South Korea a center for Gaelic games
Fifty teams from 14 countries came together in South Korea for two days of Gaelic football, one of the world's oldest sports.
Seoul, South Korea
• A local, slice-of-life story from a Monitor correspondent.
An obscure game from a far-off land – Gaelic football – is taking a somewhat unlikely spot on the South Korean athletic landscape.
The country recently capped its 10 years of participation in the sport by hosting its first-ever Asian Gaelic Games this past October. More than 50 teams from 14 countries with more than 700 male and female players came together for two days of Gaelic football and hurling – another Irish national sport. The 15th annual tournament was reportedly to be the largest held to date.
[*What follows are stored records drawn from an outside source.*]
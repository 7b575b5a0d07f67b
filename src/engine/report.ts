import { availableOutputW, outputLossDb } from './amplifier';
import { alternatorLimitA } from './alternator';
import { bankChargeTargets, bankThevenin, CHEMISTRY_PROPS } from './battery';
import { type BudgetRow, fixedVoltageBudget } from './budget';
import { type BurpRun, runBurp } from './burp';
import {
	type AmpacityEstimate,
	ampacityEstimate,
	cableAreaMm2,
	cmilPerAmp,
	mm2ToCmil,
	requiredCmilPerAmp,
} from './conductors';
import { adviseFuse, type FuseAdvice, MAX_FUSE_FACTOR } from './fuses';
import { adiabaticFinalC } from './heating';
import { describeFeed, type FeedReference, traceFeeds } from './feed';
import { type NetworkSolution, solveNetwork } from './solve';
import { checkTopology, type TopologyIssue } from './topology';
import type { BuildDocument, Scenario } from './types';
import { formatShortDistance, type UnitSystem } from './units';

export const DEFAULT_VOLTAGES_V = [12.0, 12.6, 13.8, 14.4, 16.0];

/** Defaults a team can change per report. */
export const DEFAULT_SCENARIO: Scenario = {
	engineRpm: 1500,
	sustainedDemand: 1 / 8,
	burpDemand: 1,
	voltagesV: DEFAULT_VOLTAGES_V,
	conductorTempC: 25,
	dropTargetV: 0.5, // common practice, no published source
	cutoffV: null,
	burpSeconds: 10,
	burpStepS: 0.01,
	fuseDistanceM: 0.45, // 18 in: common practice, no published source
};

export type Severity = 'info' | 'warning' | 'danger';
export type ElementKind = 'cable' | 'bank' | 'alternator' | 'amplifier' | 'build';

export type WarningCode =
	| 'voltage_collapse'
	| 'drop_over_target'
	| 'cable_drop_over_target'
	| 'cmil_below_rule'
	| 'over_capacity'
	| 'unfused_battery_cable'
	| 'fuse_too_far'
	| 'fuse_above_capacity'
	| 'fuse_below_demand'
	| 'cable_too_small'
	| 'charge_voltage_high'
	| 'charge_voltage_low'
	| 'set_point_above_vehicle'
	| 'sustained_deficit'
	| 'bank_not_secured'
	| 'flooded_unvented'
	| 'bank_charge_limited'
	| 'cable_hot_in_burp';

export interface ReportWarning {
	code: WarningCode;
	severity: Severity;
	element: { kind: ElementKind; id: string };
	message: string;
	/** True when the finding concerns safety: shown with the caution beside it. */
	safety: boolean;
}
This year’s competition, staged in Suwon, a city just south of Seoul, marked a decade of relative growth for a sport often described as a rugby-
soccer hybrid in a country normally most at ease with soccer and baseball.
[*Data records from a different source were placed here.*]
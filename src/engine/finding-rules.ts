import { outputLossDb } from './amplifier';
import { CHEMISTRY_PROPS } from './battery';
import { describeFeed } from './feed';
import { MAX_FUSE_FACTOR } from './fuses';
import type { NetworkSolution } from './solve';
import type {
	Alternator,
	Amplifier,
	BatteryBank,
	BuildDocument,
	Cable,
	CapacitorBank,
	DcDcCharger,
	Fuse,
	Scenario,
} from './types';
import { formatShortDistance, type UnitSystem } from './units';
import type {
	AlternatorReport,
	AmplifierReport,
	BankReport,
	CableReport,
	CapacitorReport,
	ChargerReport,
	Severity,
	WarningCode,
} from './report-types';

/** Set point above which a stock vehicle's electronics are at risk: common practice, no published source. */
export const VEHICLE_SET_POINT_LIMIT_V = 15.0;

const fmt = (x: number, digits = 2) => x.toFixed(digits);

/** What every rule may read: the document, the conditions and the figures already worked out. */
export interface FindingContext {
	doc: BuildDocument;
	scenario: Scenario;
	units: UnitSystem;
	sustained: NetworkSolution;
	burp: NetworkSolution;
	/** Node ids that are a bank's positive terminal. */
	bankPositives: ReadonlySet<string>;
	nodeLabel: (id: string) => string;
}

/** A part and its figures in the report, as a rule about that kind of part sees them. */
export interface Subjects {
	cable: { part: Cable; figures: CableReport };
	amplifier: { part: Amplifier; figures: AmplifierReport };
	bank: { part: BatteryBank; figures: BankReport };
	alternator: { part: Alternator; figures: AlternatorReport };
	capacitor: { part: CapacitorBank; figures: CapacitorReport };
	charger: { part: DcDcCharger; figures: ChargerReport };
	build: { part: BuildDocument; figures: null };
}
export type RuleSubject = keyof Subjects;

/**
 * One finding: its code, how grave it is, whether it concerns safety, the kind of part it is about
 * and the figures it reads (for the reader; the test below reads only those), and its test, which
 * answers the message of each time it fires (none when all is well), in the member's units.
 */
export interface FindingRule<K extends RuleSubject = RuleSubject> {
	code: WarningCode;
	severity: Severity;
	safety: boolean;
	about: K;
	reads: readonly string[];
	test: (subject: Subjects[K], ctx: FindingContext) => string[];
}

/** A rule about any one kind of part. */
export type AnyFindingRule = { [K in RuleSubject]: FindingRule<K> }[RuleSubject];

const rule = <K extends RuleSubject>(r: FindingRule<K>): FindingRule<K> => r;
const when = (cond: boolean, message: () => string): string[] => (cond ? [message()] : []);
const abs = Math.abs;
/** What the protection is called in a message: breakers are sized and checked like fuses. */
const device = (f: Fuse) => f.device ?? 'fuse';

/** The ends of a cable that sit on a bank's positive terminal. */
export const batteryEnds = (cable: Cable, ctx: FindingContext) =>
	(['from', 'to'] as const).filter((end) => ctx.bankPositives.has(cable[end]));

/**
 * Every finding the report makes, in the order a part's findings are listed. Adding one is an
 * entry here and its test.
 */
export const FINDING_RULES = [
	rule({
		code: 'voltage_collapse',
		severity: 'danger',
		safety: false,
		about: 'build',
		reads: ['sustained.status', 'burp.status', 'solvedDemandFraction'],
		test: (_, ctx) =>
			(
				[
					['sustained music', ctx.sustained],
					['burp', ctx.burp],
				] as const
			)
				.filter(([, s]) => s.status === 'collapse')
				.map(
					([name, s]) =>
						`At ${name} demand the system has no operating point: the sources can carry only ${fmt(s.solvedDemandFraction * 100, 0)} % of it before the voltage collapses.`,
				),
	}),
	rule({
		code: 'cable_drop_over_target',
		severity: 'warning',
		safety: false,
		about: 'cable',
		reads: ['burp.dropV', 'scenario.dropTargetV'],
		test: ({ part, figures: f }, { scenario }) =>
			when(
				abs(f.burp.dropV) > scenario.dropTargetV,
				() =>
					`"${part.label}" drops ${fmt(abs(f.burp.dropV))} V under burp, over the ${fmt(scenario.dropTargetV)} V target.`,
			),
	}),
	rule({
		code: 'cmil_below_rule',
		severity: 'warning',
		safety: false,
		about: 'cable',
		reads: ['cmilPerAmp', 'requiredCmilPerAmp', 'designCurrentA'],
		test: ({ part, figures: f }) =>
			when(
				f.cmilPerAmp < f.requiredCmilPerAmp,
				() =>
					`"${part.label}" offers ${fmt(f.cmilPerAmp, 0)} cmil/A at ${fmt(f.designCurrentA, 0)} A; the rule of thumb for this material is ${fmt(f.requiredCmilPerAmp, 0)} cmil/A.`,
			),
	}),
	rule({
		code: 'over_capacity',
		severity: 'danger',
		safety: true,
		about: 'cable',
		reads: ['sustained.currentA', 'ampacity'],
		test: ({ part, figures: f }) =>
			when(
				f.ampacity !== null && abs(f.sustained.currentA) > f.ampacity.currentA,
				() =>
					`"${part.label}" carries ${fmt(abs(f.sustained.currentA), 0)} A sustained, above the ${fmt(f.ampacity!.currentA, 0)} A it can carry continuously: it will overheat.`,
			),
	}),
	rule({
		code: 'unfused_battery_cable',
		severity: 'danger',
		safety: true,
		about: 'cable',
		reads: ['from', 'to', 'fuses'],
		test: ({ part }, ctx) =>
			batteryEnds(part, ctx)
				.filter((end) => !part.fuses.some((f) => f.end === end))
				.map(
					(end) =>
						`"${part.label}" leaves the battery positive at "${ctx.nodeLabel(part[end])}" with no fuse or breaker at that end.`,
				),
	}),
	rule({
		code: 'fuse_too_far',
		severity: 'danger',
		safety: true,
		about: 'cable',
		reads: ['from', 'to', 'fuses', 'scenario.fuseDistanceM'],
		test: ({ part }, ctx) =>
			batteryEnds(part, ctx).flatMap((end) => {
				const fuse = part.fuses.find((f) => f.end === end);
				return when(
					fuse !== undefined && fuse.distanceM > ctx.scenario.fuseDistanceM,
					() =>
						`The ${device(fuse!)} on "${part.label}" sits ${formatShortDistance(fuse!.distanceM, ctx.units)} from the battery at "${ctx.nodeLabel(part[end])}"; keep it within ${formatShortDistance(ctx.scenario.fuseDistanceM, ctx.units)}.`,
				);
			}),
	}),
	rule({
		code: 'fuse_above_capacity',
		severity: 'danger',
		safety: true,
		about: 'cable',
		reads: ['fuses', 'ampacity'],
		test: ({ part, figures: f }) =>
			part.fuses
				.filter((fuse) => f.ampacity && fuse.ratingA > f.ampacity.currentA * MAX_FUSE_FACTOR)
				.map(
					(fuse) =>
						`The ${fmt(fuse.ratingA, 0)} A ${device(fuse)} on "${part.label}" is above the ${fmt(f.ampacity!.currentA * MAX_FUSE_FACTOR, 0)} A the cable may be protected with: it would not blow before the cable overheats.`,
				),
	}),
	rule({
		code: 'fuse_below_demand',
		severity: 'warning',
		safety: false,
		about: 'cable',
		reads: ['fuses', 'designCurrentA'],
		test: ({ part, figures: f }) =>
			part.fuses
				.filter((fuse) => fuse.ratingA < f.designCurrentA)
				.map(
					(fuse) =>
						`The ${fmt(fuse.ratingA, 0)} A ${device(fuse)} on "${part.label}" is below the ${fmt(f.designCurrentA, 0)} A it carries under burp.`,
				),
	}),
	rule({
		code: 'cable_hot_in_burp',
		severity: 'danger',
		safety: true,
		about: 'cable',
		reads: ['burpHeating', 'burp.currentA', 'scenario.burpSeconds'],
		test: ({ part, figures: f }, { scenario }) =>
			when(
				f.burpHeating.finalC > f.burpHeating.limitC,
				() =>
					`"${part.label}" would heat from ${fmt(scenario.conductorTempC, 0)} °C to ${f.burpHeating.finalC > 999 ? 'over 999' : fmt(f.burpHeating.finalC, 0)} °C over a ${fmt(scenario.burpSeconds, 0)} s burp at ${fmt(abs(f.burp.currentA), 0)} A, past its ${fmt(f.burpHeating.limitC, 0)} °C insulation (adiabatic estimate, IEC 60949).`,
			),
	}),
	rule({
		code: 'cable_too_small',
		severity: 'danger',
		safety: true,
		about: 'cable',
		reads: ['fuseAdvice'],
		test: ({ part, figures: f }) =>
			f.fuseAdvice?.status === 'cable_too_small'
				? [`"${part.label}": ${f.fuseAdvice.message}`]
				: [],
	}),
	rule({
		code: 'drop_over_target',
		severity: 'warning',
		safety: false,
		about: 'amplifier',
		reads: ['burpDropV', 'burpDropReference', 'burpTerminalV', 'scenario.dropTargetV'],
		test: ({ part, figures: f }, { scenario }) =>
			when(
				f.burpDropV > scenario.dropTargetV,
				() =>
					`"${part.label}" sees ${fmt(f.burpDropV)} V less under burp than the terminals of ${describeFeed(f.burpDropReference)}, lost in its feed and return (target ${fmt(scenario.dropTargetV)} V): ${fmt(-outputLossDb(part, f.burpTerminalV))} dB below its rating.`,
			),
	}),
	rule({
		code: 'charge_voltage_high',
		severity: 'danger',
		safety: true,
		about: 'bank',
		reads: ['alternators.setPointV', 'maxChargeV', 'chemistry'],
		test: ({ part, figures: f }, { doc }) =>
			doc.alternators
				.filter((alt) => alt.setPointV > f.maxChargeV)
				.map(
					(alt) =>
						`Regulator "${alt.label}" is set to ${fmt(alt.setPointV)} V, above the ${fmt(f.maxChargeV)} V limit of "${part.label}" (${CHEMISTRY_PROPS[part.chemistry].label}): it will be overcharged.`,
				),
	}),
	rule({
		code: 'charge_voltage_low',
		severity: 'warning',
		safety: false,
		about: 'bank',
		reads: ['alternators.setPointV', 'floatV'],
		test: ({ part, figures: f }, { doc }) =>
			doc.alternators
				.filter((alt) => alt.setPointV <= f.maxChargeV && alt.setPointV < f.floatV)
				.map(
					(alt) =>
						`Regulator "${alt.label}" is set to ${fmt(alt.setPointV)} V, below the ${fmt(f.floatV)} V float voltage of "${part.label}": it will never fill.`,
				),
	}),
	rule({
		code: 'bank_not_secured',
		severity: 'danger',
		safety: true,
		about: 'bank',
		reads: ['secured'],
		test: ({ part }) => when(!part.secured, () => `"${part.label}" is not marked as secured.`),
	}),
	rule({
		code: 'flooded_unvented',
		severity: 'danger',
		safety: true,
		about: 'bank',
		reads: ['chemistry', 'location', 'vented'],
		test: ({ part }) =>
			when(
				part.chemistry === 'flooded' && part.location === 'cabin' && !part.vented,
				() =>
					`"${part.label}" is flooded lead-acid inside the cabin without venting: charging gives off hydrogen.`,
			),
	}),
	rule({
		code: 'bank_charge_limited',
		severity: 'info',
		safety: false,
		about: 'bank',
		reads: ['sustainedChargeLimited', 'chargeAcceptanceA'],
		test: ({ part, figures: f }) =>
			when(
				f.sustainedChargeLimited,
				() =>
					`"${part.label}" takes ${fmt(f.chargeAcceptanceA, 0)} A under sustained music, all it accepts at this state of charge: it charges as fast as it can, and more alternator current would not fill it sooner.`,
			),
	}),
	rule({
		code: 'set_point_above_vehicle',
		severity: 'warning',
		safety: true,
		about: 'alternator',
		reads: ['setPointV'],
		test: ({ part }) =>
			when(
				part.setPointV > VEHICLE_SET_POINT_LIMIT_V,
				() =>
					`Regulator "${part.label}" is set to ${fmt(part.setPointV)} V: above about ${fmt(VEHICLE_SET_POINT_LIMIT_V, 1)} V the vehicle's own electronics may be damaged. Check what the vehicle was designed for.`,
			),
	}),
	rule({
		code: 'sustained_deficit',
		severity: 'warning',
		safety: false,
		about: 'build',
		reads: ['sustained.status', 'sustained.banks.currentA', 'scenario.engineRpm'],
		test: (_, { sustained, scenario }) => {
			const draw = sustained.banks.reduce((s, b) => s + b.currentA, 0);
			return when(
				sustained.status === 'ok' && draw > 0.5,
				() =>
					`At ${scenario.engineRpm} rpm and sustained music the banks supply ${fmt(draw, 0)} A: the alternators cannot keep up, so the banks run down.`,
			);
		},
	}),
	rule({
		code: 'capacitor_over_rating',
		severity: 'danger',
		safety: true,
		about: 'capacitor',
		reads: ['highestV', 'ratedV'],
		test: ({ part, figures: f }) =>
			when(
				f.highestV > f.ratedV,
				() =>
					`Capacitor bank "${part.label}" sits at ${fmt(f.highestV)} V, above its rating of ${fmt(f.ratedV)} V (${part.inSeries} × ${fmt(part.moduleRatedV)} V): an over-voltage module can vent or fail. Add modules in series, or lower the charging voltage; follow the maker's limits.`,
			),
	}),
	rule({
		code: 'capacitor_burp_share',
		severity: 'info',
		safety: false,
		about: 'capacitor',
		reads: ['shareFirst100ms', 'burpPeakA'],
		test: ({ part, figures: f }) =>
			f.shareFirst100ms === null || f.burpPeakA === null
				? []
				: [
						`Capacitor bank "${part.label}" carries ${fmt(f.shareFirst100ms * 100, 0)} % of what the sources deliver in the first 100 ms of the burp (up to ${fmt(f.burpPeakA, 0)} A); the banks and alternators carry the rest and all of what follows.`,
					],
	}),
	rule({
		code: 'charger_at_limit',
		severity: 'info',
		safety: false,
		about: 'charger',
		reads: ['atLimit', 'limitA', 'outputV', 'inputA'],
		test: ({ part, figures: f }) =>
			when(
				f.atLimit,
				() =>
					`DC-DC charger "${part.label}" runs at its limit of ${fmt(f.limitA, 0)} A under sustained music (its output at ${fmt(f.outputV)} V, drawing ${fmt(f.inputA, 0)} A from its input): the bank behind it charges no faster than that.`,
			),
	}),
] as const satisfies readonly AnyFindingRule[];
Back in 2001, the Irish expatriates who introduced the game to the country were met with quizzical stares and tentative questions from bemused locals as they performed some of Gaelic football’s signature modes of play: typical moves include punch-passes and soloing, a technique that involves dropping the ball and then toe kicking it upward into the hands.
Over the years, though, the sport has spread across the country, picking up a steady flow of locals eager to learn how to play what is regarded as one of the world’s oldest sports.